(Beginning of Available data)

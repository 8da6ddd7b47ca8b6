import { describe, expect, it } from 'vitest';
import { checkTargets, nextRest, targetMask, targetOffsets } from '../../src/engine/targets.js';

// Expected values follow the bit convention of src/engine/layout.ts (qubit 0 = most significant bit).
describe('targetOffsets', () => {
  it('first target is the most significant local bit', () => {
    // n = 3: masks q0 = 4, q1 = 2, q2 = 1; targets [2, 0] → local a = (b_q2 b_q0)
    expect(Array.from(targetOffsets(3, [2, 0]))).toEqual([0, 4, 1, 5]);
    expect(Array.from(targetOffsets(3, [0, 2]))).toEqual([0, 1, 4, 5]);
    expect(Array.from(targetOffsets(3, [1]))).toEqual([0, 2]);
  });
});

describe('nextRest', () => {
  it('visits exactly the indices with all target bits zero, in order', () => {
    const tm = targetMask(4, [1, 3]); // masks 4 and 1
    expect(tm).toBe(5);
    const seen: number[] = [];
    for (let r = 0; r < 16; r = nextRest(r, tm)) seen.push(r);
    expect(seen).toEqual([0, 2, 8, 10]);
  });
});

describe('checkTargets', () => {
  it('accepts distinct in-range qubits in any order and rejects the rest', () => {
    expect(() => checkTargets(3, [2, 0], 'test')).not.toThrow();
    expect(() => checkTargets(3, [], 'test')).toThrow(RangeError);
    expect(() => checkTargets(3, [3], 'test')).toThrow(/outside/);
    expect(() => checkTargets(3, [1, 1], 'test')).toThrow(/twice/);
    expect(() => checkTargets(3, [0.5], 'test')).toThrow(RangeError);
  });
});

(End of Available data)

What you are asked to do
Output every entry exactly.

Expected answer
repository 8da6ddd7b47ca8b6
import { describe, expect, it } from 'vitest';
import { checkTargets, nextRest, targetMask, targetOffsets } from '../../src/engine/targets.js';

// Expected values follow the bit convention of src/engine/layout.ts (qubit 0 = most significant bit).
describe('targetOffsets', () => {
  it('first target is the most significant local bit', () => {
    // n = 3: masks q0 = 4, q1 = 2, q2 = 1; targets [2, 0] → local a = (b_q2 b_q0)
    expect(Array.from(targetOffsets(3, [2, 0]))).toEqual([0, 4, 1, 5]);
    expect(Array.from(targetOffsets(3, [0, 2]))).toEqual([0, 1, 4, 5]);
    expect(Array.from(targetOffsets(3, [1]))).toEqual([0, 2]);
  });
});

describe('nextRest', () => {
  it('visits exactly the indices with all target bits zero, in order', () => {
    const tm = targetMask(4, [1, 3]); // masks 4 and 1
    expect(tm).toBe(5);
    const seen: number[] = [];
    for (let r = 0; r < 16; r = nextRest(r, tm)) seen.push(r);
    expect(seen).toEqual([0, 2, 8, 10]);
  });
});

describe('checkTargets', () => {
  it('accepts distinct in-range qubits in any order and rejects the rest', () => {
    expect(() => checkTargets(3, [2, 0], 'test')).not.toThrow();
    expect(() => checkTargets(3, [], 'test')).toThrow(RangeError);
    expect(() => checkTargets(3, [3], 'test')).toThrow(/outside/);
    expect(() => checkTargets(3, [1, 1], 'test')).toThrow(/twice/);
    expect(() => checkTargets(3, [0.5], 'test')).toThrow(RangeError);
  });
});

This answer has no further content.